Many times, secrets are per user, or per runtime/CI configuration. In those cases, they probably should not be committed but instead sourced from the environment e.g. see the section below "Travis CI secrets".
For a good balance of security and usability,
use transcrypt
which can work with gpg
, but doesn't have to.
NOTE an alternative would be git-crypt
which has a hard requirement on gpg
.
Maybe you need to bootstrap gpg
?
Edit/create a .gitattributes
file in your repo
(it can be in the root and/or in a specific folder just like .gitignore
can),
where you mark which file patterns should be considered for encryption e.g.
# transcrypt ===================================================================
*.cert filter=crypt diff=crypt
*.crt filter=crypt diff=crypt
*.gpg filter=crypt diff=crypt
*.key filter=crypt diff=crypt
*.secret filter=crypt diff=crypt
*.secret.* filter=crypt diff=crypt
**/*.secret/** filter=crypt diff=crypt
**/.git* !filter !diff
The support-firecloud
repository has a version of transcrypt
available in the bin
folder.
Copy it to your repository and commit the executable, as it will be both safer
(in case of breaking changes) and more convenient for other users to not search
and install transcrypt
.
cd path/to/repo
git add .gitattributes
ln -sf support-firecloud/bin/transcrypt ./
git add transcrypt
git commit -m "add transcrypt"
Now you can initialize the repository as a transcrypt
-ed repository:
# set up transcrypt with a randomly generated password
./transcrypt -y
./transcrypt -d
NOTE For backup purposes only, copy the output of the ./transcrypt -d
command,
and store it in a designated safe location. Ideally, this should only be used later as a last resort.
At this point, you have access to the transcrypt
-ed repository,
but only on this local copy the repository.
Proceed to giving yourself (and others) access to all future clones of the transcrypt
-ed repository
by following the steps in the next section.
Anyone that already has access can give someone else access to the transcrypt
-ed repository.
This is done by securely sharing the encryption password,
and the recommended medium is via a gpg
encrypted message (that is committed in the repository)

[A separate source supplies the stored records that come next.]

@dataclass
class SwapResult:
    """Accuracy on the images with an object, before and after their background was replaced."""

    tested: int
    object_source: str  # "masks", "boxes" or "masks and boxes"
    accuracy_before: float
    accuracy_after: float
    accuracy_change: float
    changed_predictions: int
    examples: list[dict]
    seconds: float
    pictures: dict[str, tuple[np.ndarray, np.ndarray]] = field(default_factory=dict, repr=False)

    def to_dict(self) -> dict:
        return {"tested": self.tested, "object_source": self.object_source, "accuracy_before": self.accuracy_before,
                "accuracy_after": self.accuracy_after, "accuracy_change": self.accuracy_change,
                "changed_predictions": self.changed_predictions, "examples": self.examples}


def background_swap_test(model: LoadedModel, items: list[dict], *, progress: ProgressFn | None = None,
                         cancel: CancelToken | None = None) -> SwapResult | None:
    """Keep each object, take the background from the next image of another class (in item order).

    Returns None when fewer than two images carry a mask or box. Donors are chosen without
    randomness, so the test is reproducible.
    """
    start = time.perf_counter()
    candidates = [i for i in items if i.get("mask") or i.get("box")]
    if len(candidates) < 2:
        return None
    prepared: list[tuple[dict, np.ndarray, np.ndarray]] = []
    for item, display, size in _displays(model, candidates, progress=progress, cancel=cancel, offset=0,
                                         total=2 * len(candidates)):
        if display is None:
            continue
        mask = object_mask(model.spec, size, box=item.get("box"), mask_path=item.get("mask"))
        if mask is not None:
            prepared.append((item, display, mask))
    if len(prepared) < 2:
        return None
    labels = [p[0]["label"] for p in prepared]
    truth = np.array([model.labels.index(c) for c in labels])
    composites: list[np.ndarray] = []
    for n, (_, display, mask) in enumerate(prepared):
        donor_n = next((m % len(prepared) for m in range(n + 1, n + len(prepared))
                        if labels[m % len(prepared)] != labels[n]), (n + 1) % len(prepared))
        _, donor, donor_mask = prepared[donor_n]
        background = donor.copy()
        outside = ~donor_mask
        fill = donor[outside].mean(axis=0) if outside.any() else donor.reshape(-1, 3).mean(axis=0)
        background[donor_mask] = np.rint(fill).astype(np.uint8)
        composites.append(np.where(mask[..., None], display, background))
        step(len(candidates) + n, 2 * len(candidates), progress=progress, cancel=cancel)
    pb = np.concatenate([_probabilities(model, [tensor_from_display(model, d) for _, d, _ in prepared[i:i + _BATCH]])
                         for i in range(0, len(prepared), _BATCH)])
    pa = np.concatenate([_probabilities(model, [tensor_from_display(model, d) for d in composites[i:i + _BATCH]])
                         for i in range(0, len(composites), _BATCH)])
    step(2 * len(candidates), 2 * len(candidates), progress=progress, cancel=cancel)
    before, after = pb.argmax(axis=1), pa.argmax(axis=1)
    acc_b, acc_a = float((before == truth).mean()), float((after == truth).mean())
    changed = np.flatnonzero(before != after)
    examples = []
    pics: dict[str, tuple[np.ndarray, np.ndarray]] = {}
    for n in list(changed[:_EXAMPLES]):
        rel = prepared[n][0]["rel"]
        examples.append({"rel": rel, "label": labels[n], "before": model.labels[int(before[n])],
                         "after": model.labels[int(after[n])]})
        pics[rel] = (prepared[n][1], composites[n])
    has_mask = any(p[0].get("mask") for p in prepared)
    has_box_only = any(not p[0].get("mask") for p in prepared)
    source = "masks and boxes" if has_mask and has_box_only else ("masks" if has_mask else "boxes")
    return SwapResult(tested=len(prepared), object_source=source, accuracy_before=acc_b, accuracy_after=acc_a,
                      accuracy_change=acc_a - acc_b, changed_predictions=len(changed), examples=examples,
                      seconds=time.perf_counter() - start, pictures=pics)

directed to a recipient (an email or a gpg
key id).
cd path/to/repo
# check that you have a gpg public key for <[email protected]> in your local gpg keychain
# if not, see working-with-gpg.md for how to import someone's gpg public key
gpg --list-keys <[email protected]>
# export the password in an encrypted message for <[email protected]>
./transcrypt --export-gpg <[email protected]>
# commit the encrypted message
mkdir -p .transcrypt
cp $(ls -t $(git rev-parse --git-dir)/crypt/*@tobii.com.asc | head -n1) .transcrypt/
git add .transcrypt
git commit -m "add transcrypt recipient"
cd path/to/repo
make decrypt
# ./transcrypt -y --import-gpg .transcrypt/<[email protected]>.asc
When finished working with the secrets, flush (remove) credentials ./transcrypt -y -f
.
NOTE In extreme situations, if nobody can decrypt .transcrypt/*.asc
,
use the designated safe location to run ./transcrypt -c <cipher> -p <password>
and restore access to the transcrypt-ed repo.
Working with secrets is probably a very seldom and time-limited task. So whenever you have finished the task, remember to flush transcrypt crendentials i.e. remove the transcrypt password and also re-encrypt all files at rest, in order to minimize the risk of leaking the secrets.